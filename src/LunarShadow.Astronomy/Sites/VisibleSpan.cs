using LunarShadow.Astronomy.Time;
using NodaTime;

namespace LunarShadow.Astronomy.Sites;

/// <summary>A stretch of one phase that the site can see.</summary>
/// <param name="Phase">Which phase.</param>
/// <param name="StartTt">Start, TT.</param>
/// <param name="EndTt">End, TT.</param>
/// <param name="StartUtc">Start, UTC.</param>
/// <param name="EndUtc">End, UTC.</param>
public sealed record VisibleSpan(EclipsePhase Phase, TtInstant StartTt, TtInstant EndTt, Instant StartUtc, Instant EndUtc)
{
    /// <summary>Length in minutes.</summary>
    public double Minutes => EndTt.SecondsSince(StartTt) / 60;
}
...
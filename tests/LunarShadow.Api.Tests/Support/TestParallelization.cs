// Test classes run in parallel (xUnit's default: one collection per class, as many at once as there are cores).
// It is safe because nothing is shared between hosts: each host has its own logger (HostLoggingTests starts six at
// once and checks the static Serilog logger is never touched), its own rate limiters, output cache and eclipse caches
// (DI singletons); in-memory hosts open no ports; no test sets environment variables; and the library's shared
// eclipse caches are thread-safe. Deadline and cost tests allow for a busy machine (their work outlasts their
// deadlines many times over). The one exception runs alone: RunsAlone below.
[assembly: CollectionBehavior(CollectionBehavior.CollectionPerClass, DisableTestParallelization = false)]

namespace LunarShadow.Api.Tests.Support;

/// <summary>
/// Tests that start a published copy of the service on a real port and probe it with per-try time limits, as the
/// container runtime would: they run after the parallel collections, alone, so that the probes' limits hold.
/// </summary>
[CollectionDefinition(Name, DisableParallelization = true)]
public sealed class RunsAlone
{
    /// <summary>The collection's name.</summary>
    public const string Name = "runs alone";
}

Task description |
The lines above from the one with "filename src/LunarShadow.Astronomy/Sites/VisibleSpan.cs" through the one with "site can see.</summary>" are to be duplicated exactly, ends included, with nothing added.

Written response |
filename src/LunarShadow.Astronomy/Sites/VisibleSpan.cs
using LunarShadow.Astronomy.Time;
using NodaTime;

namespace LunarShadow.Astronomy.Sites;

/// <summary>A stretch of one phase that the site can see.</summary>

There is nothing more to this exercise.